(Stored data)
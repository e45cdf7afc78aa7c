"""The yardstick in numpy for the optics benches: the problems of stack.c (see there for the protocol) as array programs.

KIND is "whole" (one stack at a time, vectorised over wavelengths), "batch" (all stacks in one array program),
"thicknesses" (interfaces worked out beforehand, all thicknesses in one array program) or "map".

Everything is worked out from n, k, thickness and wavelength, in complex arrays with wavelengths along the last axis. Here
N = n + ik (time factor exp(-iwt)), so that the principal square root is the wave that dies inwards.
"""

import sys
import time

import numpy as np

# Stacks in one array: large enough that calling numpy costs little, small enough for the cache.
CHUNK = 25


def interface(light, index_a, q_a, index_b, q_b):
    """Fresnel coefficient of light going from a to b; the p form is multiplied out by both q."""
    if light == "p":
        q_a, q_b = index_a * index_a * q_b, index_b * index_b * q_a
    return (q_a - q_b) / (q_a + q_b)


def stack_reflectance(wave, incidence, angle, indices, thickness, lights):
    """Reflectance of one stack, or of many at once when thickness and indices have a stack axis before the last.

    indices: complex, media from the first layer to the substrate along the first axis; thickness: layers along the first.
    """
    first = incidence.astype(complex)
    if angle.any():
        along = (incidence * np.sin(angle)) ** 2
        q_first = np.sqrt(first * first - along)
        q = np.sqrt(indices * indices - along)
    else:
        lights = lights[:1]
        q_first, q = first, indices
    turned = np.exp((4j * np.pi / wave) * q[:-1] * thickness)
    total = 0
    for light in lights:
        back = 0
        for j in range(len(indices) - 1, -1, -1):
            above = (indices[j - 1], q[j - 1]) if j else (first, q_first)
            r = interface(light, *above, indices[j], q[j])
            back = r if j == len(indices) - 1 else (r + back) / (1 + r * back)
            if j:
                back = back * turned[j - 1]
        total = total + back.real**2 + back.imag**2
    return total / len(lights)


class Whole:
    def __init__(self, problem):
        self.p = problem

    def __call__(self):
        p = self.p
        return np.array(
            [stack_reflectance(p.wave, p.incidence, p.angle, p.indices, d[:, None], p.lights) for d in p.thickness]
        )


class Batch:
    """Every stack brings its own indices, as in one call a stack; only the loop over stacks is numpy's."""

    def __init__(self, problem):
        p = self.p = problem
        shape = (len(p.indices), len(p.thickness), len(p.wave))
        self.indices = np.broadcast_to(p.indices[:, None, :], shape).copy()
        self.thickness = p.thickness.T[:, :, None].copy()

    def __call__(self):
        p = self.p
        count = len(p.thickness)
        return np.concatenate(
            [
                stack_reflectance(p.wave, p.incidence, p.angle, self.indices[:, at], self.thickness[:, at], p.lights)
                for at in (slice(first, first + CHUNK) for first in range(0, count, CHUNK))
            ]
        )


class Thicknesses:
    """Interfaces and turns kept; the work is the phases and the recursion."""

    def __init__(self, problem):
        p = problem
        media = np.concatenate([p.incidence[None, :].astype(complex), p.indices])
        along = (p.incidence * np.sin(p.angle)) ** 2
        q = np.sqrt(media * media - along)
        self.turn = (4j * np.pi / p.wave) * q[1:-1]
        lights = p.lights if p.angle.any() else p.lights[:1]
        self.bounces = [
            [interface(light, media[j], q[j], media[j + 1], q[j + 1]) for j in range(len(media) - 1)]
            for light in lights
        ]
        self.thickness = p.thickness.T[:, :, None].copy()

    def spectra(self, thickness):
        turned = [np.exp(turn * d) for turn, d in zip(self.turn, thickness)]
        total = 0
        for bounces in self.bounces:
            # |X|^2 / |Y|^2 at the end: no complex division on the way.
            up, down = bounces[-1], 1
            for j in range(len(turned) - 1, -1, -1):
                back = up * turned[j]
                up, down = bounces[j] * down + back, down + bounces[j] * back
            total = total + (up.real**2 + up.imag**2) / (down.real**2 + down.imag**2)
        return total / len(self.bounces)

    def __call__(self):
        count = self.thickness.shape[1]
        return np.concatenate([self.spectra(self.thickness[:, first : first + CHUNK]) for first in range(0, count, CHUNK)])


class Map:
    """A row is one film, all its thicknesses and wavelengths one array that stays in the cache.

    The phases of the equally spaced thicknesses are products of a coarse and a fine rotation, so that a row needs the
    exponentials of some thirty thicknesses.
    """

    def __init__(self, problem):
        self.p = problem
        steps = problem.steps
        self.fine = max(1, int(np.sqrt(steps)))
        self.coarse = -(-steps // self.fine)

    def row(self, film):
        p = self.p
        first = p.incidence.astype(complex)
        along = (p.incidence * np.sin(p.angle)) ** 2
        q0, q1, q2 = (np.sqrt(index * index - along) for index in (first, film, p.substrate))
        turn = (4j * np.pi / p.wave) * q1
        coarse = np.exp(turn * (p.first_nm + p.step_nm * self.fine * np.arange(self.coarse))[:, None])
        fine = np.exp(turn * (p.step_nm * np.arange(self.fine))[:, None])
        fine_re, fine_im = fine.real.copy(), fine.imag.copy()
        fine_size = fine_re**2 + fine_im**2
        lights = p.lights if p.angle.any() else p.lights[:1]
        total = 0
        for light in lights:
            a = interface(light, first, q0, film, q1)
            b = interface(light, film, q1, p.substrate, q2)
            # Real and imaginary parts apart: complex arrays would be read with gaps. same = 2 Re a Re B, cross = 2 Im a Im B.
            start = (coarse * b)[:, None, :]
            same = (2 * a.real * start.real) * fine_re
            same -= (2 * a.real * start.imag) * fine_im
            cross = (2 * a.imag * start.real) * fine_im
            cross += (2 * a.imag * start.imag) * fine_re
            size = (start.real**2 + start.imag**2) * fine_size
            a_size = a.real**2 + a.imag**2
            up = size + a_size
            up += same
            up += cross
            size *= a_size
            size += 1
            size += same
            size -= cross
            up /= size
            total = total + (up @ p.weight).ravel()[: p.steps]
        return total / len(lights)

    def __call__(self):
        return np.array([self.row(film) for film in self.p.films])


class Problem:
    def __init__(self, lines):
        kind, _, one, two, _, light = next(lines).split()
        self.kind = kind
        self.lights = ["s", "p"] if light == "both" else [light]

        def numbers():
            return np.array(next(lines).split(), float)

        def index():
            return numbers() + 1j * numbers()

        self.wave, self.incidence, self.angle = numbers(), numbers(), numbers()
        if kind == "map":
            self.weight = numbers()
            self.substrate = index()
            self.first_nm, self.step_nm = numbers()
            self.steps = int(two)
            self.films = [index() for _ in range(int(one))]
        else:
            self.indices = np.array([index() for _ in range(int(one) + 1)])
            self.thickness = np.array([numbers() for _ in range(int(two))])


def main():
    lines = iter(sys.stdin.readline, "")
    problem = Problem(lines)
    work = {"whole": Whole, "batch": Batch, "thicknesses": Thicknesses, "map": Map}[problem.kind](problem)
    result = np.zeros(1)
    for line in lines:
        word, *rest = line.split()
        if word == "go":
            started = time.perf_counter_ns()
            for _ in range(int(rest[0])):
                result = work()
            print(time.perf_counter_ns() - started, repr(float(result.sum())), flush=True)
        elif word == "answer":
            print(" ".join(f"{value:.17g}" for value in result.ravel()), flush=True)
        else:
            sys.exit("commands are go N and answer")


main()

The task: Search the entries above for the word "from" and copy each line where it appears.

Result:
Everything is worked out from n, k, thickness and wavelength, in complex arrays with wavelengths along the last axis. Here
    """Fresnel coefficient of light going from a to b; the p form is multiplied out by both q."""
    indices: complex, media from the first layer to the substrate along the first axis; thickness: layers along the first.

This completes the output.